→ **Work instructions**: Every line with the string "tmpdir" must be copied from the entries below.

→ **Data for this exercise**:
::::::::

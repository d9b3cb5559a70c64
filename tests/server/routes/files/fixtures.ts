import { deflateSync } from 'node:zlib';
import { mkdtempSync, readdirSync, rmSync } from 'node:fs';
import { afterAll } from 'vitest';
import { tmpdir } from 'node:os';
import { join } from 'node:path';
import type { Response } from 'superagent';
import type { signedIn } from '../../../support/session';

/** Each test file keeps its uploads in a folder of its own (read by server/services/storage.ts). */
export function useTempUploadDir() {
  const dir = mkdtempSync(join(tmpdir(), 'spanwise-uploads-'));
  process.env.UPLOAD_DIR = dir;
  afterAll(() => rmSync(dir, { recursive: true, force: true }));
  return dir;
}

/** Every file under the upload folder, temp folder included: "nothing stored" means none new. */
export function filesOnDisk(dir: string): string[] {
  return readdirSync(dir, { recursive: true, withFileTypes: true })
    .filter((e) => e.isFile())
    .map((e) => join(e.parentPath, e.name));
}

function crc32(buf: Buffer) {
  let c = ~0;
  for (const byte of buf) {
    c ^= byte;
    for (let k = 0; k < 8; k++) c = (c >>> 1) ^ (0xedb88320 & -(c & 1));
  }
  return ~c >>> 0;
}

function chunk(type: string, data: Buffer) {
  const len = Buffer.alloc(4);
  len.writeUInt32BE(data.length);
  const body = Buffer.concat([Buffer.from(type, 'ascii'), data]);
  const crc = Buffer.alloc(4);
  crc.writeUInt32BE(crc32(body));
  return Buffer.concat([len, body, crc]);
}

/**
 * A valid 1×1 grey PNG: the 8-byte signature, IHDR, IDAT and IEND (W3C PNG Specification,
 * Second Edition, §5.2 signature and §11.2 critical chunks; CRC-32 as in its Annex D).
 */
export function pngBytes(): Buffer {
  const ihdr = Buffer.from([0, 0, 0, 1, 0, 0, 0, 1, 8, 0, 0, 0, 0]); // 1×1, 8-bit greyscale
  return Buffer.concat([
    Buffer.from([0x89, 0x50, 0x4e, 0x47, 0x0d, 0x0a, 0x1a, 0x0a]),
    chunk('IHDR', ihdr),
    chunk('IDAT', deflateSync(Buffer.from([0, 0x80]))),
    chunk('IEND', Buffer.alloc(0)),
  ]);
}

/** A one-page PDF: the "%PDF-1.4" header and "%%EOF" trailer (ISO 32000-1:2008 §7.5.2, §7.5.5). */
export function pdfBytes(): Buffer {
  return Buffer.from(
    '%PDF-1.4\n1 0 obj << /Type /Catalog /Pages 2 0 R >> endobj\n' +
      '2 0 obj << /Type /Pages /Kids [3 0 R] /Count 1 >> endobj\n' +
      '3 0 obj << /Type /Page /Parent 2 0 R /MediaBox [0 0 612 792] >> endobj\n' +
      'trailer << /Root 1 0 R >>\n%%EOF\n',
    'latin1',
  );
}

/** JPEG/JFIF start: SOI FF D8 then an APP0 "JFIF" marker (ITU-T T.81 Annex B; JFIF 1.02). */
export function jpegBytes(): Buffer {
  return Buffer.concat([
    Buffer.from([0xff, 0xd8, 0xff, 0xe0, 0x00, 0x10]),
    Buffer.from('JFIF\0', 'latin1'),
    Buffer.from([1, 2, 0, 0, 1, 0, 1, 0, 0, 0xff, 0xd9]),
  ]);
}

type Session = Awaited<ReturnType<typeof signedIn>>;

/** Upload `bytes` as `name` to a job through the API, as the session's user. */
export function upload(s: Session, jobId: number, bytes: Buffer, name: string, type?: string) {
  return s.agent
    .post(`/api/jobs/${jobId}/files`)
    .set('X-CSRF-Token', s.token)
    .attach('file', bytes, { filename: name, contentType: type ?? 'application/octet-stream' });
}

/** Collect a binary response body as a Buffer (supertest leaves unknown types unparsed). */
export function binary(res: Response, cb: (err: Error | null, body: Buffer) => void) {
  // In Node, superagent hands the parser the raw response stream.
  const stream = res as unknown as NodeJS.ReadableStream;
  const parts: Buffer[] = [];
  stream.on('data', (c: Buffer) => parts.push(c));
  stream.on('end', () => cb(null, Buffer.concat(parts)));
  stream.on('error', (e: Error) => cb(e, Buffer.alloc(0)));
}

::::::::

→ **Solved problem**:
import { tmpdir } from 'node:os';
  const dir = mkdtempSync(join(tmpdir(), 'spanwise-uploads-'));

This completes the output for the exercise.